= Corruption in Northern Ireland =

Corruption is defined by Transparency International as "the abuse of entrusted power for private gain." Northern Ireland has been home to several large-scale political corruption scandals since 2010, including the Iris Robinson scandal, the Red Sky scandal, and the Renewable Heat Incentive scandal. For most of the time since the Good Friday Agreement was enacted in 1998, (Note: Devolvement was suspended briefly in early 2000 and from 2002 to 2007, at which point the St Andrews Agreement restored devolvement. In these non-devolved periods, there was a return to direct rule.) Northern Ireland's government has been devolved from that of the United Kingdom, allowing for more region-specific politics through the Northern Ireland Assembly and Northern Ireland Executive.

==Politics of Northern Ireland==

Northern Ireland is a part of the United Kingdom that operates under a devolved governmental structure. This was brought about in 1998 as part of the Good Friday Agreement and has mostly continued in this fashion until present day. This devolution allows for significant self-governance through the Northern Ireland Assembly and Northern Ireland Executive, which creates the possibility of region-specific political corruption. The Assembly is the primary forum for devolved legislation and is composed of 90 individuals. The Executive is headed by the First Minister and deputy First Minister, a diumvirate who oversee the government.

==Scandals==
The 2008 Iris Robinson scandal involved the misconduct of Iris Robinson, a member of the Castlereagh borough council and Northern Ireland Assembly, who procured a total of £50,000 in loans for Kirk McCambley, a Belfast restaurateur with whom she was having an extramarital affair. She had received the money on uncertain terms from two property developers, one of whom was involved in a prospective development for which Robinson was lobbying. When McCambley applied to the Castlereagh borough council for a property lease to open his café, he was deemed the only qualified candidate for the property and awarded the lease. Robinson, who was present at the meeting at which the lease was decided, did not disclose a conflict of interest in the matter. Robinson was expelled from the Democratic Unionist Party (DUP) as a result, and her husband, Peter Robinson, stepped down from his role as First Minister of the country for six weeks.

The Red Sky scandal spanned from 2007 to 2011 and revolved around Red Sky, a company contracting with the Northern Ireland Housing Executive for maintenance. It was alleged in October 2010 that the company had been performing unsatisfactory work in west Belfast since 2007, and in April 2011 the £8 million contract the company had with the Housing Executive was set to be cancelled in 3 months. In June, Nelson McCausland, the newly instated Minister of Social Development, requested that the contract not be cancelled, instead asking the Housing Executive to extend Red Sky's contract. He was questioned by various individuals including Alex Maskey, chairman of the Social Development Committee, as to why he was intervening in the dispute, but denied any connection with individuals within Red Sky. Red Sky's contract with the Housing Executive ultimately expired due to the original three-month deadline on 14 July.

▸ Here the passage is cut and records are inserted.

package export

import (
	"bytes"
	"encoding/csv"
	"fmt"
	"math"
	"strconv"
	"strings"
	"testing"

	"github.com/foilwright/foilwright/geometry"
	"github.com/foilwright/foilwright/geometry/pointfile"
)

// testStations returns three stations of a blade: sections cut at
// z = 300, 500 and 700 mm, each in its plane (origin on the z axis, U and
// V the x and y axes), with chords and twists that fall along the span.
func testStations(t *testing.T) []Station {
	t.Helper()
	var sts []Station
	for k, z := range []float64{300, 500, 700} {
		s := testSection(k == 1, false)
		s.Name = fmt.Sprintf("r%d", int(z))
		s.Frame.Chord, s.Frame.TwistDeg, s.Frame.LE = 160-30*float64(k), 12-3*float64(k), [2]float64{-40, 5}
		s.Frame.Plane = &geometry.Plane{Origin: [3]float64{0, 0, z}, U: [3]float64{1, 0, 0}, V: [3]float64{0, 1, 0}, N: [3]float64{0, 0, 1}}
		pos := z
		sts = append(sts, Station{Position: &pos, Section: place(t, s, PlaceOptions{})})
	}
	return sts
}

// The stations DXF reads back, station by station, through foilwright's
// reader: each layer gives its station's nodes in space.
func TestStationsDXFReadsBack(t *testing.T) {
	sts := testStations(t)
	var b bytes.Buffer
	if err := StationsDXF(&b, sts); err != nil {
		t.Fatal(err)
	}
	for _, st := range sts {
		c, err := pointfile.Read(bytes.NewReader(b.Bytes()), "blade.dxf", pointfile.Options{Layer: StationLayer(st.Section.Name)})
		if err != nil {
			t.Fatal(err)
		}
		if c.Dim != 3 || c.Units != geometry.Millimetre {
			t.Errorf("%s: %dD, units %q", st.Section.Name, c.Dim, c.Units)
		}
		checkPoints(t, st.Section.Name, c.Points, st.Section.space(st.Section.outline()), st.Section.Chord)
		if z := c.Points[0].Z; z != *st.Position {
			t.Errorf("%s: z = %g, want %g", st.Section.Name, z, *st.Position)
		}
	}
	edges, err := pointfile.Read(bytes.NewReader(b.Bytes()), "blade.dxf", pointfile.Options{Layer: LayerEdges})
	if err != nil || edges.Len() != 2*len(sts) {
		t.Errorf("guide lines: %v, %v", edges, err)
	}
	dup := []Station{sts[0], sts[0]}
	if err := StationsDXF(&b, dup); err == nil {
		t.Error("two stations of one name: no error")
	}
}

// The stations CSV reads back through foilwright's reader, columns x, y
// and z, every station in turn.
func TestStationsCSVReadsBack(t *testing.T) {
	sts := testStations(t)
	var b bytes.Buffer
	if err := StationsCSV(&b, sts); err != nil {
		t.Fatal(err)
	}
	c, err := pointfile.Read(bytes.NewReader(b.Bytes()), "blade.csv", pointfile.Options{Columns: "x,y,z"})
	if err != nil {
		t.Fatal(err)
	}
	var want []geometry.Vec3
	for _, st := range sts {
		want = append(want, st.Section.space(st.Section.outline())...)
	}
	if c.Units != geometry.Millimetre {
		t.Errorf("units %q", c.Units)
	}
	checkPoints(t, "stations CSV", c.Points, want, 100)
	chord := place(t, testSection(false, false), PlaceOptions{Frame: FrameChord})
	if err := StationsCSV(&b, []Station{{Section: chord}}); err == nil {
		t.Error("stations in chord units: no error")
	}
}

// A section with no plane is placed at z = its station.
func TestAtStation(t *testing.T) {
	p := place(t, testSection(false, false), PlaceOptions{})
	p.AtStation(900)
	if q := p.In3D(geometry.Point{X: 1, Y: 2}); q != (geometry.Vec3{X: 1, Y: 2, Z: 900}) {
		t.Errorf("in space: %v", q)
	}
}

const testResult = `{"format": "foilwright.result/1", "stage": "vortex-panel", "version": "0.1.0", "scalars": {"panels": 4},
 "cases": [
  {"alpha_deg": -2, "cl": 0.0123456789012345, "cm_c4": -0.05, "checks": {"cl_diff": 1e-5}, "cp": [{"x": 1, "y": 0, "cp": 0.2}, {"x": 0, "y": 0, "cp": 1}]},
  null,
  {"alpha_deg": 4, "cl": 0.7, "cm_c4": -0.06, "cp": [{"x": 1, "y": 0, "cp": 0.25}]}
 ], "warnings": []}`

// The polars and Cp tables read back as CSV to the numbers of the result
// documents, exactly.
func TestResultsCSV(t *testing.T) {
	r, err := ReadResult([]byte(testResult), "vortex.json", "mid, span")
	if err != nil {
		t.Fatal(err)
	}
	thin := &Result{Section: "mid, span", Stage: "thin-aerofoil", Cases: []Case{{AlphaDeg: 0, CL: 0.23, CMc4: -0.053}}}
	var b bytes.Buffer
	if err := PolarCSV(&b, []*Result{r, thin}); err != nil {
		t.Fatal(err)
	}
	rows := readCSV(t, b.String())
	if got := strings.Join(rows[0], ","); got != "section,stage,alpha_deg,cl,cm_c4,cl_diff" {
		t.Errorf("header %q", got)
	}
	if len(rows) != 4 || rows[1][0] != "mid, span" || rows[1][1] != "vortex-panel" || rows[3][5] != "" {
		t.Errorf("rows %q", rows)
	}
	if cl, _ := strconv.ParseFloat(rows[1][3], 64); cl != 0.0123456789012345 {
		t.Errorf("cl reads back as %v", cl)
	}
	b.Reset()
	if err := CpCSV(&b, []*Result{r, thin}); err != nil {
		t.Fatal(err)
	}
	rows = readCSV(t, b.String())
	if len(rows) != 4 || rows[3][0] != "mid, span" || strings.Join(rows[3][1:], ",") != "vortex-panel,4,1,0,0.25" {
		t.Errorf("Cp rows %q", rows)
	}
	if v, _ := strconv.ParseFloat(rows[1][5], 64); math.Abs(v-0.2) > 0 {
		t.Errorf("cp reads back as %v", v)
	}
	if _, err := ReadResult([]byte(`{"format": "foilwright.section/1"}`), "s.json", "s"); err == nil {
		t.Error("a section document read as a result")
	}
}

func readCSV(t *testing.T, s string) [][]string {
	t.Helper()
	r := csv.NewReader(strings.NewReader(s))
	r.Comment = '#'
	r.FieldsPerRecord = -1
	rows, err := r.ReadAll()
	if err != nil {
		t.Fatal(err)
	}
	return rows
}
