@lru_cache(maxsize=4096)
def _unit_named(name: str) -> pint.Unit:
    """The pint unit of one name (``µ`` and ``μ`` read as ``u``)."""
    reg = get_registry()
    try:
        unit = reg.Unit(name.replace("\u00b5", "u").replace("\u03bc", "u"))
    except Exception:  # pint's UndefinedUnitError, or anything it cannot take as a unit name
        raise _Unreadable(f"cannot read this unit (unknown unit '{name}')") from None
    return unit


def parse_quantity(text: object, kind: str, field: str = "", molar_mass: float | None = None) -> float:
    """Parse a value with its unit and return it in the internal unit of ``kind``.

    Parameters
    ----------
    text : str
        The value with its unit, for example ``"15 um"``.
    kind : str
        One of :data:`KINDS` (``"length"``, ``"concentration"``, ...).
    field : str
        Field path used in the error message.
    molar_mass : float or None, mg/mmol
        Molar mass of the substance; enables molar units for concentrations, amounts and
        amount rates.

    Returns
    -------
    float
        The value in the internal unit (see :data:`INTERNAL_UNITS`).

    Raises
    ------
    UnitsError
        For a bare number, an unknown unit, a unit of the wrong dimension, a molar unit
        without a molar mass, or a non-finite number.

    Examples
    --------
    >>> parse_quantity("15 um", "length")
    0.0015
    >>> parse_quantity("1 L/h", "flow")
    1000.0
    """
    key = (text, kind, molar_mass) if isinstance(text, str) else None
    if key is not None:
        hit = _PARSED.get(key)
        if hit is not None:
            return hit
    value = _parse(text, kind, field, molar_mass)
    if key is not None:
        if len(_PARSED) >= _PARSED_MAX:
            _PARSED.clear()
        _PARSED[key] = value
    return value


#: Values already parsed, by (text, kind, molar mass): pint takes about 0.1-0.25 ms a string, and
#: the dashboard checks the whole draft on every edit. Only successful parses are kept (a
#: failure raises before it is stored), so every error message still names its own field.
_PARSED: dict[tuple[str, str, float | None], float] = {}
_PARSED_MAX = 20_000


def _parse(text: object, kind: str, field: str, molar_mass: float | None) -> float:
    """:func:`parse_quantity` without the memo of whole texts.

    A unit text read before (for the same kind and molar mass) is not read again: its
    conversion factor is kept in :data:`_UNIT_FACTORS`, and the value is the number times that
    factor -- the same arithmetic, to the last bit, as pint's conversion, which multiplies the
    number by the factor between the two units (checked for each unit when it is first kept).
    """
    split = _split(text) if isinstance(text, str) else None
    if split is not None:
        factor = _UNIT_FACTORS.get((split[1], kind, molar_mass))
        if factor is not None:
            value = _known(float(split[0]) + 0.0, factor, kind, molar_mass)
            if value is not None:
                return value
    value, q = _convert(text, kind, field, molar_mass)
    number = float(q.magnitude)
    if split is not None:
        _keep_factor(split[1], kind, molar_mass, q, number, value)
    return _finish(value, number, kind)


def _finish(value: float, number: float, kind: str) -> float:
    """The converted value as the reader gives it: rounded to 15 digits unless written with more."""
    if kind == "length" and abs(value) < 1e-300 and value != 0:
        value = 0.0
    if _digits(number) > 15:
        # the number was written with full double precision (as format_quantity writes a value
        # that has no shorter exact form): keep every digit, do not round
        return value
    return _tidy(value)


def _split(text: str) -> tuple[str, str] | None:
    """The number and the rest (the unit, with the spaces before it) of a value text, as
    :func:`read_quantity` splits it; None for a text it would not read as a plain number."""
    if len(text) > MAX_TEXT:
        return None
    body = text.strip(_SPACE)
    if not body or _NON_FINITE.match(body):
        return None
    m = _NUMBER.match(body)
    if m is None:
        return None
    return m.group(), body[m.end():]


def _known(number: float, factor: tuple[float, bool], kind: str, molar_mass: float | None) -> float | None:
    """The value of ``number`` in a unit whose factor is kept; None when the full reading must
    decide (a number too large for a float, or a value that overflows: their messages)."""
    if not math.isfinite(number):
        return None
    f, molar = factor
    value = number * f
    if molar:
        value = value * molar_mass
    if not math.isfinite(value):
        return None
    return _finish(value, number, kind)


def _keep_factor(rest: str, kind: str, molar_mass: float | None, q: pint.Quantity, number: float,
                 value: float) -> None:
    """Keep the conversion factor of a unit text just read, if it gives back ``value`` exactly."""
    plain, _ = _dims()
    molar = q.dimensionality != plain[kind]
    target = KINDS[kind].molar if molar else KINDS[kind].internal
    f = float(get_registry().Quantity(1.0, q.units).to(target).magnitude)
    factor = (f, molar)
    if not math.isfinite(number) or _known_raw(number, factor, molar_mass) != value:
        return  # (never seen: pint converts by one multiplication) -- read such a unit in full each time
    if len(_UNIT_FACTORS) >= _UNIT_FACTORS_MAX:
        _UNIT_FACTORS.clear()
    _UNIT_FACTORS[(rest, kind, molar_mass)] = factor


def _known_raw(number: float, factor: tuple[float, bool], molar_mass: float | None) -> float:
    value = number * factor[0]
    return value * molar_mass if factor[1] else value


#: Conversion factor of every unit text read so far, by (the text after the number, kind, molar
#: mass): (factor to the internal unit, or to the molar unit when molar is True; molar). Only
#: units read without error are kept, so that a refused unit is read (and refused) in full again.
_UNIT_FACTORS: dict[tuple[str, str, float | None], tuple[float, bool]] = {}
_UNIT_FACTORS_MAX = 4096
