# Random case 358 of the adversarial sweep (a random network of tests/random_networks.py): a
# compartment of 42 L fed by a 0.15 cm^2 barrier and a transfer from a held compartment holds
# 0.127 mg when a replace at 1.96 h puts 178 g into it. Its scale (4.4 mg/mL) counts the 178 g, so
# before the replace its tolerance on RODAS4 was 2.1e3 times the promise on what the replace took
# out (1e-6 of 1e-4 of the 2.6 g the run held until then), and the default returned removed:c1
# 1.47e-5 mg off, 55 times the contract; floored at the largest amount of the whole run (1.8e5 mg)
# the promise was 1.8e-5 mg and that tolerance 31 times it, which the guard let through.
REPLACE_AFTER_A_SMALL_CONTENT = """
[scenario]
name = "random network (invented)"
duration = "16.974384667516265 h"

[[compartment]]
id = "c0"
volume = "13324.649515940191 mL"
partition = 0.1418934236161053
clearance = "0.023158009652831633 mL/h"

[[compartment]]
id = "c1"
volume = "42179.32341900081 mL"
partition = 1.567425711386735
clearance = "0.04567404599904878 mL/h"

[[barrier]]
id = "b0"
from = "c1"
to = "c0"
area = "0.1479343162743461 cm^2"

[[barrier.layer]]
thickness = "0.0003857822377912438 cm"
diffusivity = "0.0003148905112619481 cm^2/h"
partition = 0.8808082572917416

[[transfer]]
id = "t0"
from = "c1"
to = "c0"
rate = "1.0005343540119827 1/h"

[[dose]]
target = "c0"
kind = "hold"
duration = "3.7580701302970283 h"
concentration = "0.19802535876583804 mg/mL"
every = "3.7580701302970283 h"
count = 3

[[dose]]
target = "c1"
kind = "replace"
concentration = "4.21511805189199 mg/mL"
at = "1.9561377057073035 h"
"""


def test_an_amount_removed_before_a_large_replace_meets_the_contract():
    """What a replace removes is judged on the magnitudes of the run before it (ledger
    ``_removal_promises``), and the run is computed again at tighter tolerances; every exported
    column within the contract of /work/shared/spec/benchmark.md against scipy's Radau IIA (rtol
    1e-10, atol 1e-15; Hairer and Wanner, Solving Ordinary Differential Equations II, 2nd ed.,
    1996, sec. IV.8) on the same grid."""
    s = bf.loads(REPLACE_AFTER_A_SMALL_CONTENT)
    res = bf.simulate(s)
    assert "what events removed from compartment 'c1'" in res.message
    errors = contract_errors(res, _converged(s, res))
    worst = max(errors, key=errors.get)
    assert errors[worst] <= 1.0, (worst, errors[worst], "was 55.4 on removed:c1")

The Renewable Heat Incentive scandal, also called the "cash-for-ash" scandal, lasted from 2012 to 2017. The scandal involved the Northern Ireland's "renewable heat initiative", designed to reduce the region's reliance on fossil fuels in order to reduce its carbon footprint. This was accomplished by providing a subsidy to those who installed renewable energy sources like wood boilers. However, the amount paid out by the subsidy was more than the cost of wood pellets used to run the boilers, leaving those who used the boilers with a profit. This led to individuals buying multiple boilers and running them nonstop, as the subsidy scaled with the number of renewable energy sources one was operating. Some individuals with close relations to politicians took advantage of this, including three relatives of a DUP special advisor who had 11 boilers between them. This continued until 2016, when the UK Treasury stated that Northern Ireland would be responsible for paying cost overruns related to the program. The program's overall cost is estimated at anywhere from £60m to £800m. The scandal led to the resignation of Martin McGuinness from the post of deputy First Minister, and program auditors reported that they had suspended payments on more than half of the boilers they had inspected.